/medical_ai_paper_getter

Automatically extract medical-like AI papers.

Primary LanguagePython

Medical_AI Paper Getter

Web scraping system for extracting medical-like AI conference papers.

Available Conferences

Machine Learning & Artificial Intelligence

IJCAI, NIPS, ICML, ICLR, IJCNN

Computer Vision

CVPR, ICCV

Natural Language Processing

ACL, NAACL, EMNLP, CoNLL, COLING, IJCNLP, EACL, LREC, CL, SEMEVAL, TACL, ALTA, HLT, JEP-TALN-RECITAL, MUC, PACLIC, RANLP, ROCLING-IJCLCLP, TINLAP, TIPSTER

Usage(1): In Python3 Code

Overview

Import module:

import medical.ai

To get medical-like AI papers in CVPR 2017 & 2018, create a Query instance and use .search() method:

query = medical.ai.Query(conference='cvpr', year=[2017, 2018])
result = query.search()
>>> Connecting for CVPR 2017 ...
>>> Connecting for CVPR 2018 ...
>>> Download from CVPR 2017 ... 784 papers Complete!
>>> Download from CVPR 2018 ... 980 papers Complete!

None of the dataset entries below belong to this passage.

/**
 * Options and shapes of the station tables and of the JSON result contract.
 */

/** How lengths are written in a station table: decimal mm, decimal inches, or feet-inch-fractions. */
export type TableLengthFormat = 'ft-in' | 'in' | 'mm';

/** Options of {@link formatStationTable} and {@link stationTableCsv}. */
export interface StationTableOptions {
  /** `'ft-in'` (`2'-1 11/16"`), `'in'` (`25.688"`) or `'mm'` (`652.5 mm`). */
  readonly format: TableLengthFormat;
  /** For `'ft-in'`: round to 1/8, 1/16 (default) or 1/32 inch. */
  readonly fraction?: 8 | 16 | 32;
  /** For `'in'` and `'mm'`: digits after the point, 0 to 6 (default 3 for in, 1 for mm). */
  readonly decimals?: number;
  /** Text of a cell where a station has no value in a column (default empty). */
  readonly blank?: string;
}

/** Options of {@link formatStationTable} only. */
export interface StationTableTextOptions extends StationTableOptions {
  /** End the table with the one-line caution; default true. */
  readonly caution?: boolean;
}

/** Unit of every contract length in a {@link ResultJson}: decimal inches or millimetres. */
export type ResultUnits = 'in' | 'mm';

/** Options of {@link toResultJson}. */
export interface ResultJsonOptions {
  /** Unit of every contract length, the joint's own fields included. */
  readonly units: ResultUnits;
}

/** One station of a template in the JSON contract: `n`, `angleDeg`, then one number per station column (`girth`, `cutback`, `axial`, ...). */
export interface StationJson {
  readonly n: number;
  readonly angleDeg: number;
  readonly [column: string]: number;
}

/** One template in the JSON contract. */
export interface TemplateJson {
  /** Contract id, e.g. `branch-cut`, `header-hole`. */
  readonly id: string;
  /** The template's one-line title. */
  readonly title: string;
  /** For wraps: developed length of the girth, in the result's unit. */
  readonly stretchOut?: number;
  /**
   * Present when the template was developed on a chosen surface: `surface`
   * `od` or `mid` (mid-thickness of a rolled plate), the `diameter` the girth
   * is measured on (OD, or OD - plate thickness), the pipe's `od`, the
   * `plateThickness` for `mid`, all in the result's unit, and `rule` in words.
   */
  readonly development?: DevelopmentJson;
  /** Present when the template was made into one closed part to cut: `stub` (single-cut wraps), in the result's unit. */
  readonly closedPart?: { readonly stub?: number };
  readonly stations: readonly StationJson[];
  /** With the fit-up applied, on a template with a cut measured from a square line: the reference and each cut column's depth (see docs/contract.md). */
  readonly ordinates?: unknown;
}

/** How a template's girth was developed (see {@link TemplateJson.development}). */
export interface DevelopmentJson {
  readonly surface: 'od' | 'mid';
  readonly diameter: number;
  readonly od: number;
  readonly plateThickness?: number;
  readonly rule: string;
}

/** A pipe as the joint used it, lengths in the result's unit. */
export interface PipeJson {
  readonly role: string;
  readonly label: string;
  readonly od: number;
  readonly wall: number;
  readonly id: number;
}

/** A warning as in the result. */
export interface WarningJson {
  readonly code: string;
  readonly message: string;
  readonly field?: string;
}

/**
 * The JSON result contract (DESIGN.md, "The result contract"): the library's
 * and the CLI's `--json` output. Key names are fixed; fields may be added,
 * never renamed.
 */
export interface ResultJson {
  readonly kind: string;
  readonly units: ResultUnits;
  readonly templates: readonly TemplateJson[];
  readonly warnings: readonly WarningJson[];
  readonly pipes: readonly PipeJson[];
  /** The joint's own fields by `kind` (see `toResultJson`), lengths in `units`. */
  readonly [jointField: string]: unknown;
}
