import { describe, expect, it } from 'vitest';
import { isGirthError } from '@girth/pipes';
import { toResultJson } from './result-json.js';
import { INCH, planeCutOrdinateMm, sampleResult } from './test-support/fixtures.js';

describe('toResultJson', () => {
  it('has exactly the contract keys of DESIGN.md', () => {
    const json = toResultJson(sampleResult(), { units: 'in' });
    expect(Object.keys(json)).toEqual(['kind', 'units', 'templates', 'warnings', 'pipes', 'angleDeg', 'offset', 'gap', 'fit', 'contact', 'stationCount']);
    expect(json.kind).toBe('branch');
    expect(json.units).toBe('in');
    expect(json.templates.map((t) => t.id)).toEqual(['plane-cut', 'header-hole']);
    expect(Object.keys(json.templates[0]!)).toEqual(['id', 'title', 'stretchOut', 'stations']);
    expect(Object.keys(json.templates[1]!)).toEqual(['id', 'title', 'stations']);
    expect(Object.keys(json.templates[0]!.stations[0]!)).toEqual(['n', 'angleDeg', 'girth', 'cutback']);
    expect(Object.keys(json.templates[1]!.stations[0]!)).toEqual(['n', 'angleDeg', 'girth', 'axial']);
    expect(json.warnings).toEqual([{ code: 'SHALLOW_LATERAL', message: 'a made-up warning for the test', field: 'angleDeg' }]);
    expect(Object.keys(json.pipes[0]!)).toEqual(['role', 'label', 'od', 'wall', 'id']);
  });

  it('converts mm to inches exactly (25.4 mm = 1 in) and removes float noise', () => {
    const json = toResultJson(sampleResult(), { units: 'in' });
    // 25.4 mm is exactly 1 in (international inch, 1959).
    expect(json.templates[1]!.stations[0]!['axial']).toBe(1);
    expect(json.templates[1]!.stations[1]!['axial']).toBe(-1);
    // NPS 6 STD: OD 6.625, wall 0.280, ID 6.065 in (ASME B36.10M, recalled; ID = OD - 2 wall).
    expect(json.pipes[0]).toEqual({ role: 'branch', label: 'NPS 6 STD', od: 6.625, wall: 0.28, id: 6.065 });
    // Stretch-out pi x 6.625 in, and the toe ordinate D tan 22.5° (REFERENCES.md, miter), to 1e-6 in.
    expect(Math.abs(json.templates[0]!.stretchOut! - Math.PI * 6.625)).toBeLessThanOrEqual(5e-7);
    const toe = json.templates[0]!.stations[8]!;
    expect(toe['angleDeg']).toBe(180);
    expect(Math.abs(toe['cutback']! - 6.625 * Math.tan(Math.PI / 8))).toBeLessThanOrEqual(5e-7);
    // Every number is a multiple of 1e-6 of the unit.
    for (const s of json.templates[0]!.stations) for (const v of Object.values(s)) expect(Math.abs(v * 1e6 - Math.round(v * 1e6))).toBeLessThan(1e-6);
  });

  it('keeps millimetres in mm', () => {
    const json = toResultJson(sampleResult(), { units: 'mm' });
    expect(json.units).toBe('mm');
    expect(json.pipes[0]!.od).toBe(168.275);
    expect(Math.abs(json.templates[0]!.stations[4]!['cutback']! - planeCutOrdinateMm(6.625 * INCH, 22.5, 90))).toBeLessThanOrEqual(5e-7);
  });

  it('writes the joint\'s own fields, lengths in the unit and angles in degrees', () => {
    // 25.4 mm = 1 in exactly; a 1/16 in gap is 0.0625 in = 1.5875 mm (arithmetic on the inch).
    const inch = toResultJson(sampleResult(), { units: 'in' });
    expect(inch).toMatchObject({ angleDeg: 67.5, offset: 1, gap: 0.0625, fit: 'set-on', contact: { branch: 'inside', header: 'outside' }, stationCount: 16 });
    const mm = toResultJson(sampleResult(), { units: 'mm' });
    expect(mm).toMatchObject({ angleDeg: 67.5, offset: 25.4, gap: 1.5875, stationCount: 16 });
  });

  it('serialises to JSON without loss (no NaN, no undefined)', () => {
    const json = toResultJson(sampleResult(), { units: 'in' });
    expect(JSON.parse(JSON.stringify(json))).toEqual(json);
  });

  it('refuses bad units, non-finite lengths and reserved column keys with typed errors', () => {
    const base = sampleResult();
    const wrap = base.templates[0]!;
    const cases: Array<[() => unknown, string, string]> = [
      [() => toResultJson(base, { units: 'ft' as never }), 'BAD_OPTION', 'options.units'],
      [
        () => toResultJson({ ...base, templates: [{ ...wrap, stations: [{ n: 1, angleDeg: 0, values: { girth: Number.NaN, cutback: 0 } }] }, base.templates[1]] }, { units: 'mm' }),
        'NOT_A_NUMBER',
        'templates[0].stations[0].values.girth',
      ],
      [() => toResultJson({ ...base, pipes: [{ ...base.pipes[0]!, odMm: Infinity }] }, { units: 'in' }), 'NOT_FINITE', 'pipes[0].odMm'],
      [() => toResultJson({ ...base, templates: [{ ...wrap, stationColumns: [{ key: 'n', heading: 'N', quantity: 'length' }] }, base.templates[1]] }, { units: 'in' }), 'BAD_JOB', 'templates[0].stationColumns'],
      [() => toResultJson({ ...base, offsetMm: Number.NaN }, { units: 'in' }), 'NOT_A_NUMBER', 'offsetMm'],
    ];
    for (const [fn, code, field] of cases) {
      let caught: unknown;
      try {
        fn();
      } catch (e) {
        caught = e;
      }
      expect(isGirthError(caught), String(caught)).toBe(true);
      if (!isGirthError(caught)) continue;
      expect(caught.code).toBe(code);
      expect(caught.field).toBe(field);
    }
  });

  it('keeps a very large finite length as a number (never null) when it cannot be rounded to 1e-6', () => {
    // Invariant: 1e300 mm times 1e6 overflows; the value must pass through unrounded, and JSON must not write null.
    const base = sampleResult();
    const [first, second] = base.templates;
    const big = { ...first, stations: first.stations.map((st) => ({ ...st, values: { ...st.values, cutback: 1e300 } })) };
    const json = JSON.parse(JSON.stringify(toResultJson({ ...base, templates: [big, second] }, { units: 'mm' })));
    expect(json.templates[0].stations[0].cutback).toBe(1e300);
  });
});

Get information of medical-like AI papers:

for conference in result:
    print(conference.conference_name)
    print(conference.year)
    for paper in conference.medical_ai_papers:
        print(paper.title)
        print(paper.url)
        print(paper.author)     # list ['author1', 'author2', ... ]
        print(paper.abstract)

Get information of medical-like & non-medical-like AI papers:

for conference in result:
    print(conference.conference_name)
    print(conference.year)
    for paper in conference.papers:
        print(paper.title)
        print(paper.url)
        print(paper.author)     # list ['author1', 'author2', ... ]
        print(paper.abstract)
        print(paper.medical)  # True or False

Quiet Mode

If you want standard output to be more quiet, use config as this:

import medical.ai
myconfig = medical.ai.Config(quiet=True)
query = medical.ai.Query(conference='cvpr', year=[2017, 2018])
result = query.search(config=myconfig)

Usage(2): via command-line

Overview

Run medical/ai.py on the shell:

python3 medical/ai.py <CONFERENCE> <YEAR>

e.g. For 'cvpr 2017', you get 8 medical-like conference papers:

python3 medical/ai.py cvpr 2017
Connecting for CVPR 2017 ...
Downloading from CVPR 2017 ... 784 papers Complete!
===================================

CVPR 2017

Direct Photometric Alignment by Mesh Deformation.
https://doi.org/10.1109/CVPR.2017.289

ChestX-Ray8: Hospital-Scale Chest X-Ray Database and Benchmarks on Weakly-Supervised Classification and Localization of Common Thorax Diseases.
https://doi.org/10.1109/CVPR.2017.369

MDNet: A Semantically and Visually Interpretable Medical Image Diagnosis Network.
https://doi.org/10.1109/CVPR.2017.378

Joint Sequence Learning and Cross-Modality Convolution for 3D Biomedical Segmentation.
https://doi.org/10.1109/CVPR.2017.398

Fine-Tuning Convolutional Neural Networks for Biomedical Image Analysis: Actively and Incrementally.
https://doi.org/10.1109/CVPR.2017.506

Simultaneous Super-Resolution and Cross-Modality Synthesis of 3D Medical Images Using Weakly-Supervised Joint Convolutional Sparse Coding.
https://doi.org/10.1109/CVPR.2017.613

Multiple-Scattering Microphysics Tomography.
https://doi.org/10.1109/CVPR.2017.614

Expert Gate: Lifelong Learning with a Network of Experts.
https://doi.org/10.1109/CVPR.2017.753


===================================
Medical-like AI papers in CVPR 2017: 8 / 784

Use -m or -markdown option to display result as markdown links:

python3 medical/ai.py cvpr 2017 -m
Connecting for CVPR 2017 ...
Downloading from CVPR 2017 ... 784 papers Complete!
===================================

CVPR 2017

[Direct Photometric Alignment by Mesh Deformation.](https://doi.org/10.1109/CVPR.2017.289)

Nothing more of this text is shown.